Task to complete:
The answer is a single number: the count of lines in the records below that contain the word "EnergyFit".

Data in this exercise:

============

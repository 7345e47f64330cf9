"""A device's curves out of a data sheet: read, checked, and turned into the quantities the rules start from.

[devices.curves]
origin = "data sheet, figures 3 to 9"
on_state = [{ temperature_c = 25, current_a = [...], voltage_v = [...] }, ...]         # two temperatures
diode = [{ temperature_c = 25, current_a = [...], voltage_v = [...] }, ...]            # two temperatures
on_resistance = { temperature_c = [25, 100, 150], resistance_mohm = [...] }            # instead of on_state
turn_on = [{ temperature_c = 150, supply_v = 600, current_a = [...], energy_mj = [...] }, ...]
turn_off = [...]    # one curve at least of each; further temperatures give the temperature coefficient,
recovery = [...]    # further voltages the voltage exponent
"""

from __future__ import annotations

from collections.abc import Mapping, Sequence
from dataclasses import dataclass
from typing import Any

import numpy as np
from numpy.typing import NDArray

from models.catalog.curve_fits import EnergyFit, energy_fit, line_fit
from models.catalog.derivations import Quantity
from models.catalog.key_units import KEY_UNITS

Array = NDArray[np.float64]
ENERGIES = ("turn_on", "turn_off", "recovery")
COLD_C = 25.0
COLD_ROOM = 10.0  # a curve within that of 25 degC may stand for it [K], judgement
KINDS = {
    "on_state": ("temperature_c", "current_a", "voltage_v"),
    "diode": ("temperature_c", "current_a", "voltage_v"),
    "on_resistance": ("temperature_c", "resistance_ohm"),
    **dict.fromkeys(ENERGIES, ("temperature_c", "supply_v", "current_a", "energy_j")),
}


class CurveFault(Exception):
    """What is wrong with a curve, in words."""


@dataclass(frozen=True)
class Curve:
    """A curve at a junction temperature [degC] and, of energies, a supply voltage [V]."""

    temperature: float
    supply: float
    current: Array
    value: Array


def curve_quantities(
    entry: Any, rated_current: float | None, unipolar: bool
) -> tuple[dict[str, Quantity], list[str]]:
    """Quantities that follow from a part's curves.

    Args:
        entry: the part's `curves` table as the file has it.
        rated_current: of the part [A]; None where it is not given.
        unipolar: whether reverse current flows in the switch's channel.

    Returns:
        Quantities in SI with the fit's greatest deviation in their origin, and faults in words.
    """
    try:
        origin = _checked(entry, rated_current)
        assert rated_current is not None
        found: dict[str, tuple[float, str]] = {}
        hot = _conduction(entry, rated_current, unipolar, found)
        _diode(entry, rated_current, hot, found)
        _switching(entry, rated_current, found)
    except CurveFault as fault:
        return {}, [f"curves: {fault}"]
    return {name: Quantity(value, f"fitted to {origin}{words}") for name, (value, words) in found.items()}, []


def _checked(entry: Any, rated_current: float | None) -> str:
    if not isinstance(entry, Mapping):
        raise CurveFault(f"expected a table [devices.curves], got {entry!r}")
    for key in entry:
        if key not in (*KINDS, "origin"):
            raise CurveFault(f"unknown key {key!r}; known are origin, {', '.join(KINDS)}")
    origin = entry.get("origin")
    if not isinstance(origin, str) or not origin.strip():
        raise CurveFault("has no origin: say where the curves come from")
    if rated_current is None:
        raise CurveFault("need sheet_rated_current_a beside them: it scales the energies")
    if "on_state" in entry and "on_resistance" in entry:
        raise CurveFault("on_state and on_resistance say the same; give one of them")
    return origin


def _conduction(
    entry: Mapping[str, Any], rated: float, unipolar: bool, found: dict[str, tuple[float, str]]
) -> float | None:
    """Threshold and slope (or on-resistance) of the switch; returns the temperature of the hot values."""
    if "on_resistance" in entry:
        if not unipolar:
            raise CurveFault("on_resistance: a bipolar part has a threshold, give on_state")
        temperature, resistance = _table(entry["on_resistance"], "on_resistance")
    elif "on_state" in entry:
        curves = _curves(entry["on_state"], "on_state", supply=False)
        temperature = np.array([curve.temperature for curve in curves])
        fits = [line_fit(one.current, one.value, rated, through_zero=unipolar) for one in curves]
        resistance = np.array([fit.slope for fit in fits])
        words = f", within {max(fit.deviation for fit in fits):.1%}"
        if not unipolar:
            cold, hot = _two_temperatures(temperature, np.array([fit.threshold for fit in fits]))
            found["threshold_25_v"], found["threshold_hot_v"] = (cold, words), (hot, words)
            cold, hot = _two_temperatures(temperature, resistance, logarithmic=True)
            found["sheet_slope_25_ohm"], found["sheet_slope_hot_ohm"] = (cold, words), (hot, words)
            found["hot_c"] = float(temperature.max()), ""
            return float(temperature.max())
    else:
        return None
    cold, hot = _two_temperatures(temperature, resistance, logarithmic=True)
    found["sheet_on_resistance_25_ohm"] = cold, ""
    found["resistance_ratio_hot"] = hot / cold, ""
    found["hot_c"] = float(temperature.max()), ""
    return float(temperature.max())


def _diode(
    entry: Mapping[str, Any], rated: float, hot: float | None, found: dict[str, tuple[float, str]]
) -> None:
    """Threshold and slope of the diode, at 25 degC and at the switch's hot temperature."""
    if "diode" not in entry:
        return
    curves = _curves(entry["diode"], "diode", supply=False)
    temperature = np.array([curve.temperature for curve in curves])
    fits = [line_fit(one.current, one.value, rated) for one in curves]
    words = f", within {max(fit.deviation for fit in fits):.1%}"
    at = float(temperature.max()) if hot is None else hot
    cold, warm = _two_temperatures(temperature, np.array([fit.threshold for fit in fits]), at=at)
    found["diode_threshold_25_v"], found["diode_threshold_hot_v"] = (cold, words), (max(warm, 0.0), words)
    cold, warm = _two_temperatures(
        temperature, np.array([fit.slope for fit in fits]), at=at, logarithmic=True
    )
    found["sheet_diode_slope_25_ohm"], found["sheet_diode_slope_hot_ohm"] = (cold, words), (warm, words)
    found.setdefault("hot_c", (at, ""))


def _switching(entry: Mapping[str, Any], rated: float, found: dict[str, tuple[float, str]]) -> None:
    """Energies at rated current, hot and at the reference voltage, their exponents and coefficients."""
    kinds = {name: _curves(entry[name], name, supply=True) for name in ENERGIES if name in entry}
    if not kinds:
        return
    hottest = {name: max(curve.temperature for curve in curves) for name, curves in kinds.items()}
    if len(set(hottest.values())) > 1:
        told = ", ".join(f"{name} {value:g} degC" for name, value in hottest.items())
        raise CurveFault(f"energies must share their highest temperature, got {told}")
    hot = next(iter(hottest.values()))
    supplies = [{one.supply for one in curves if one.temperature == hot} for curves in kinds.values()]
    shared = set.intersection(*supplies)
    if not shared:
        raise CurveFault("energies must share one supply voltage at their highest temperature")
    reference = max(shared)
    exponents = []
    for name, curves in kinds.items():
        fits = {(one.temperature, one.supply): energy_fit(one.current, one.value, rated) for one in curves}
        main = fits[hot, reference]
        words = f", within {main.deviation:.1%}"
        found[f"sheet_{name}_energy_j"] = main.energy, words
        found[f"{name}_current_exponent"] = main.exponent, words
        found[f"{name}_constant_share"] = main.constant, words
        coefficient = _temperature_coefficient(fits, hot, reference)
        if coefficient is not None:
            found[f"{name}_temperature_coefficient_per_k"] = coefficient, ""
        exponent = _voltage_exponent(fits, hot, reference)
        if exponent is not None and name == "recovery":
            found["recovery_voltage_exponent"] = exponent, ""
        elif exponent is not None:
            exponents.append(exponent)
    if exponents:
        found["energy_voltage_exponent"] = float(np.mean(exponents)), ""
    found["energy_hot_c"] = hot, ""
    found["energy_reference_voltage_v"] = reference, ""


Fits = Mapping[tuple[float, float], EnergyFit]


def _temperature_coefficient(fits: Fits, hot: float, reference: float) -> float | None:
    """k of E = E_hot [1 - k (T_hot - T)] from the coldest curve at the reference voltage [1/K]."""
    colder = [temperature for temperature, supply in fits if supply == reference and temperature < hot]
    if not colder:
        return None
    ratio = fits[min(colder), reference].energy / fits[hot, reference].energy
    return max((1.0 - ratio) / (hot - min(colder)), 0.0)


def _voltage_exponent(fits: Fits, hot: float, reference: float) -> float | None:
    """Exponent from the lowest supply voltage at the highest temperature [-]."""
    lower = [supply for temperature, supply in fits if temperature == hot and supply < reference]
    if not lower:
        return None
    ratio = fits[hot, reference].energy / fits[hot, min(lower)].energy
    return float(np.log(ratio) / np.log(reference / min(lower)))


def _two_temperatures(
    temperature: Array, values: Array, *, at: float | None = None, logarithmic: bool = False
) -> tuple[float, float]:
    """Values at 25 degC and at `at` (the hottest where None): a straight line through the coldest and the
    hottest, of the logarithm for resistances.
    """
    low, high = int(np.argmin(temperature)), int(np.argmax(temperature))
    ends = np.log(values[[low, high]]) if logarithmic else values[[low, high]]
    slope = (ends[1] - ends[0]) / (temperature[high] - temperature[low])
    line = [
        ends[0] + slope * (t - temperature[low]) for t in (COLD_C, temperature[high] if at is None else at)
    ]
    cold, hot = np.exp(line) if logarithmic else line
    return float(cold), float(hot)


def _table(entry: Any, kind: str) -> tuple[Array, Array]:
    values = _read(entry, kind)
    temperature, resistance = values["temperature_c"], values["resistance_ohm"]
    _check_pair(kind, "temperature_c", temperature, "resistance", resistance)
    _check_temperatures(kind, temperature)
    return temperature, resistance


def _curves(entry: Any, kind: str, *, supply: bool) -> list[Curve]:
    if not isinstance(entry, Sequence) or isinstance(entry, str) or not entry:
        raise CurveFault(f"{kind}: expected a list of curves {{ ... }}, got {entry!r}")
    found = []
    for place, one in enumerate(entry):
        where = f"{kind}[{place}]"
        values = _read(one, kind, where)
        name = "energy_j" if supply else "voltage_v"
        current, value = values["current_a"], values[name]
        _check_pair(where, "current_a", current, name, value)
        if supply and np.any(np.diff(value) < 0.0):
            raise CurveFault(f"{where}: energies must not fall with the current")
        single = [float(values[key][0]) for key in ("temperature_c", "supply_v") if key in values]
        found.append(Curve(single[0], single[1] if supply else 0.0, current, value))
    if not supply:
        _check_temperatures(kind, np.array([one.temperature for one in found]))
    places = [(one.temperature, one.supply) for one in found]
    if len(set(places)) < len(places):
        raise CurveFault(f"{kind}: two curves of one temperature{' and supply voltage' if supply else ''}")
    return found


def _read(entry: Any, kind: str, where: str | None = None) -> dict[str, Array]:
    """One curve's values in SI."""
    where = where or kind
    if not isinstance(entry, Mapping):
        raise CurveFault(f"{where}: expected {{ {', '.join(KINDS[kind])} }}, got {entry!r}")
    values: dict[str, Array] = {}
    for key, given in entry.items():
        name, factor = _si_key(key, kind, where)
        numbers = given if isinstance(given, list) else [given]
        if not numbers or any(isinstance(n, bool) or not isinstance(n, int | float) for n in numbers):
            raise CurveFault(f"{where}.{key}: expected numbers, got {given!r}")
        values[name] = np.array(numbers, dtype=float) * factor
    for name in KINDS[kind]:
        if name not in values:
            raise CurveFault(f"{where}: {name} is missing")
    return values


def _si_key(key: str, kind: str, where: str) -> tuple[str, float]:
    stem, _, unit = key.rpartition("_")
    si, factor = KEY_UNITS.get(unit, (unit, 1.0))
    name = f"{stem}_{si}"
    if name not in KINDS[kind]:
        raise CurveFault(f"{where}: unknown key {key!r}; expected {', '.join(KINDS[kind])}")
    return name, factor


def _check_pair(where: str, first: str, x: Array, second: str, y: Array) -> None:
    if len(x) != len(y) or len(x) < 2:
        raise CurveFault(
            f"{where}: {first} and {second} need the same number of values, two at least, "
            f"got {len(x)} and {len(y)}"
        )
    if np.any(np.diff(x) <= 0.0):
        raise CurveFault(f"{where}: {first} must rise, got {x.tolist()}")
    if np.any(y <= 0.0) or (first == "current_a" and x[0] < 0.0):
        raise CurveFault(f"{where}: values must be above zero")


def _check_temperatures(kind: str, temperature: Array) -> None:
    if len(temperature) < 2 or np.ptp(temperature) < COLD_ROOM:
        raise CurveFault(f"{kind}: needs two temperatures, {COLD_ROOM:g} K apart at least")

============

Answer box:
2